RPost protects the evidentiary records of messages and their associated content, documents and metadata by packaging the email record as an RPost Receipt, in a special manner where the receipt can be third party verified for authentication of content, metadata (application and system), and times (not sender or recipient times, but uniform times). This record is preserved in a manner so that it can be forwarded by simple email to any recipient, and any recipient can verify the receipt and have the originals (message content, attachments, timestamps, application and system metadata) reconstructed and certified as authentic, on demand (RPost does this without storing any message content).
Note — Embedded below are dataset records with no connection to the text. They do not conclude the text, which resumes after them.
// `npm test`: the whole set-up (browser, PostgreSQL) and every test suite in turn:
// typecheck, lint (ESLint, no warnings), format (Prettier --check), Angular component
// specs, engine + structure + server + API tests with coverage, the production build,
// and the browser tests. Ends with one line "tests: N passed, N failed".
import { spawnSync } from 'node:child_process';
import { existsSync, mkdirSync, readFileSync, rmSync } from 'node:fs';
import { join } from 'node:path';
import { projectRoot } from '../server/config.js';
import { printCoverageByArea } from './coverage-summary.js';
import { ensureDatabase } from './db.js';

const out = join(projectRoot, 'test-output');
rmSync(join(out, 'reports'), { recursive: true, force: true });
mkdirSync(join(out, 'reports'), { recursive: true });
const bin = (name: string) => join(projectRoot, 'node_modules', '.bin', name);
const env = { ...process.env, NG_CLI_ANALYTICS: 'false', FORCE_COLOR: process.env.CI ? '0' : '1' };

function step(name: string, cmd: string, args: string[]): boolean {
  console.log(`\n[test] ── ${name} ──`);
  const started = Date.now();
  const r = spawnSync(cmd, args, { cwd: projectRoot, stdio: 'inherit', env });
  const ok = r.status === 0;
  console.log(`[test] ${name}: ${ok ? 'ok' : `FAILED (exit ${r.status ?? r.signal})`} in ${((Date.now() - started) / 1000).toFixed(1)} s`);
  return ok;
}

function ensureChromium() {
  if (existsSync('/usr/bin/chromium')) return;
  console.log('[test] installing Debian chromium for the browser tests…');
  const r = spawnSync('sh', ['-c', 'apt-get update -qq && DEBIAN_FRONTEND=noninteractive apt-get install -y -qq --no-install-recommends chromium'], {
    stdio: 'inherit',
  });
  if (r.status !== 0) throw new Error('could not install chromium with apt-get');
}

ensureChromium();
await ensureDatabase({ fastUnsafe: true, databases: [] });

const results: Record<string, boolean> = {};
results.typecheck = step('typecheck', 'npm', ['run', '--silent', 'typecheck']);
results.lint = step('lint (ESLint, --max-warnings 0)', bin('eslint'), ['.', '--max-warnings', '0']);
results.unused = step('unused files, exports and dependencies (knip)', bin('knip'), ['--no-progress']);
results.format = step('format (Prettier --check; `npm run format` fixes)', bin('prettier'), ['--check', '.', '--log-level', 'warn']);
results.client = step('client component specs (ng test)', bin('ng'), [
  'test',
  '--watch=false',
  '--reporters=default',
  '--reporters=json',
  `--output-file=${join(out, 'reports', 'client.json')}`,
]);
rmSync(join(out, 'coverage'), { recursive: true, force: true });
results.server = step('engine, structure, server and API tests (vitest, with coverage)', bin('vitest'), [
  'run',
  '--config',
  'vitest.config.ts',
  '--reporter=default',
  '--reporter=json',
  `--outputFile.json=${join(out, 'reports', 'server.json')}`,
  '--coverage',
]);
printCoverageByArea(join(out, 'coverage', 'coverage-summary.json'), projectRoot);
results.build = step('production build of the client', bin('ng'), ['build']);
results.e2e =
  results.build &&
  step('browser tests (Playwright + Debian chromium)', bin('vitest'), [
    'run',
    '--config',
    'vitest.e2e.config.ts',
    '--reporter=default',
    '--reporter=json',
    `--outputFile.json=${join(out, 'reports', 'e2e.json')}`,
  ]);

let passed = 0;
let failed = 0;
for (const report of ['client', 'server', 'e2e']) {
  const file = join(out, 'reports', `${report}.json`);
  if (!existsSync(file)) continue;
  const r = JSON.parse(readFileSync(file, 'utf8')) as { numPassedTests: number; numFailedTests: number };
  passed += r.numPassedTests;
  failed += r.numFailedTests;
}
const failedSteps = Object.entries(results)
  .filter(([, ok]) => !ok)
  .map(([name]) => name);
console.log(`\n[test] steps: ${Object.keys(results).length - failedSteps.length} ok${failedSteps.length ? `, failed: ${failedSteps.join(', ')}` : ''}`);
console.log(`tests: ${passed} passed, ${failed} failed`);
process.exit(failedSteps.length === 0 && failed === 0 ? 0 : 1);
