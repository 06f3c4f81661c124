import jwt from 'jsonwebtoken';

/** Sessions last 12 hours; the cookie's Max-Age matches. */
export const sessionLifetimeSeconds = 12 * 60 * 60;

/**
 * The JWT carries the user id and `pwc`, the account's password_changed_at in ms:
 * a password reset moves it, which ends every session issued before (exact, unlike
 * comparing with the 1-second `iat`).
 */
export function signSessionToken(userId: string, passwordStamp: number, secret: string, lifetimeSeconds = sessionLifetimeSeconds): string {
  return jwt.sign({ pwc: passwordStamp }, secret, { subject: userId, expiresIn: lifetimeSeconds, algorithm: 'HS256' });
}

export interface SessionClaims {
  userId: string;
  passwordStamp: number;
}

/** Null for a tampered, expired or malformed token; the caller answers 401. Only HS256 is accepted. */
export function verifySessionToken(token: string, secret: string): SessionClaims | null {
  try {
    const claims = jwt.verify(token, secret, { algorithms: ['HS256'] });
    if (typeof claims === 'string' || typeof claims.sub !== 'string' || typeof claims.pwc !== 'number') return null;
    return { userId: claims.sub, passwordStamp: claims.pwc };
  } catch {
    return null;
  }
}
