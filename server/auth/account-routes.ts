import { Router } from 'express';
import { z } from 'zod';
import type { Db } from '../db/client.js';
import { validate } from '../http/validate.js';
import { AccountService } from './account-service.js';
import { signedInUser } from './authenticate.js';
import { requireAuth } from './require-auth.js';

export const accountActivityQuery = z.object({ limit: z.coerce.number().int().min(1).max(200).default(30) });

/** /api/account: what concerns the signed-in person's own account. */
export function accountRoutes(db: Db): Router {
  const account = new AccountService(db);
  const router = Router();
  router.use(requireAuth);

  // Sign-ins (and failed ones), sign-outs, resets, tokens, role changes, mail of theirs the operator read.
  router.get('/activity', validate({ query: accountActivityQuery }), async (req, res) => {
    const { limit } = req.valid.query as z.infer<typeof accountActivityQuery>;
    res.json(await account.activity(signedInUser(req).id, limit));
  });

  return router;
}
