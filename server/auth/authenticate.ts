import type { Request, RequestHandler } from 'express';
import type { Db } from '../db/client.js';
import { ApiError } from '../http/error-handler.js';
import { findActiveApiToken, touchApiToken } from './api-token-repository.js';
import { csrfTokenFor } from './csrf.js';
import { apiTokenPrefix, hashOpaqueToken } from './opaque-token.js';
import { sessionCookie } from './session-cookies.js';
import { findLiveSessionInGroup, type SessionInGroup } from './session-repository.js';
import { verifySessionToken } from './session-token.js';
import { findUserById } from './user-repository.js';

export interface AuthUser {
  id: string;
  email: string;
  name: string;
  /** Runs this installation: may read the local mail outbox. */
  siteOperator: boolean;
}

declare module 'express-serve-static-core' {
  interface Request {
    /** Set by authenticate when the request carries a valid session cookie or personal token. */
    auth?: {
      user: AuthUser;
      via: 'cookie' | 'token';
      tokenId?: string;
      /** The sessions row of a cookie request, and the CSRF value bound to it. */
      sessionId?: string;
      csrfToken?: string;
    };
    /** Why a session cookie was refused, for the 401 message of a protected route. */
    authProblem?: string;
    /**
     * The caller's membership of the group the path names (/groups/:groupId/…), read with
     * the session in the same query; requireRole uses it instead of asking again.
     */
    groupAccess?: { groupId: string; membership: SessionInGroup['membership'] };
  }
}

const authUser = (u: AuthUser): AuthUser => ({ id: u.id, email: u.email, name: u.name, siteOperator: u.siteOperator });

const groupPath = /^\/groups\/([0-9a-f]{8}-[0-9a-f]{4}-[0-9a-f]{4}-[0-9a-f]{4}-[0-9a-f]{12})(?:\/|$)/i;

/** The group id a request path names (/groups/:groupId/…), or null. */
function groupIdInPath(path: string): string | null {
  return groupPath.exec(path)?.[1]?.toLowerCase() ?? null;
}

/**
 * Resolves who is calling, without refusing anyone: public routes still work with a
 * stale cookie. A Bearer header is an explicit claim, so a bad one answers 401 at once.
 * A cookie holds only while its sessions row is neither revoked (sign-out, password
 * reset) nor expired.
 */
export function authenticate(db: Db, jwtSecret: string): RequestHandler {
  return async (req, _res, next) => {
    const header = req.get('authorization');
    if (header !== undefined) {
      const match = /^Bearer\s+(\S+)$/i.exec(header);
      if (!match || !match[1]!.startsWith(apiTokenPrefix)) {
        throw new ApiError(401, 'unauthenticated', `The Authorization header must be "Bearer ${apiTokenPrefix}…" with a personal API token.`);
      }
      const token = await findActiveApiToken(db, hashOpaqueToken(match[1]!));
      const user = token && (await findUserById(db, token.userId));
      if (!token || !user) throw new ApiError(401, 'unauthenticated', 'The API token is unknown or has been revoked.');
      await touchApiToken(db, token.id);
      req.auth = { user: authUser(user), via: 'token', tokenId: token.id };
      return next();
    }
    const jwtToken = (req.cookies as Record<string, string | undefined>)[sessionCookie];
    if (jwtToken) {
      const claims = verifySessionToken(jwtToken, jwtSecret);
      const groupId = groupIdInPath(req.path);
      const live = claims && (await findLiveSessionInGroup(db, claims.sessionId, claims.userId, groupId));
      if (!claims || !live) {
        req.authProblem = 'Your session is invalid, has ended or has expired; sign in again.';
      } else {
        const sessionId = live.sessionId;
        let csrf: string | undefined;
        req.auth = {
          user: authUser(live.user),
          via: 'cookie',
          sessionId,
          // An HMAC, computed only when a write or the session description needs it.
          get csrfToken() {
            return (csrf ??= csrfTokenFor(sessionId, jwtSecret));
          },
        };
        if (groupId) req.groupAccess = { groupId, membership: live.membership };
      }
    }
    next();
  };
}

/** Throws 401 unless someone is signed in; narrows req.auth. */
export function signedInUser(req: Request): AuthUser {
  if (!req.auth) throw new ApiError(401, 'unauthenticated', req.authProblem ?? 'Sign in first.');
  return req.auth.user;
}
RPost’s Certified Email service does the same with RPost’s Digital Seal patented technology, but for the benefit of any recipient who also wants to verify the authenticity of the sender’s content, time authored, and by whom; in a manner that likewise is durable from inadvertent tampering at the forensic level.

In summary, metadata cleansing and then sending by RPOST REGISTERED EMAIL service provides a forensic record of the application metadata and the associated system metadata, after the cleaning occurred. If one is looking to have a proof record of the precise content (and metadata) of what the recipient actually received, RPost does that with its Registered Receipt email record.

It should matter more what was finally received, than a draft or non-final content that was on someone’s computer as a point in time. Therefore, the Registered Email service should be a requirement for proof of content received which (due to metadata cleaning and other things) can be deliberately different than what was sent, stored in the sender’s sent archive, stored in the sent folder, and stored on their hard drive file / document management system.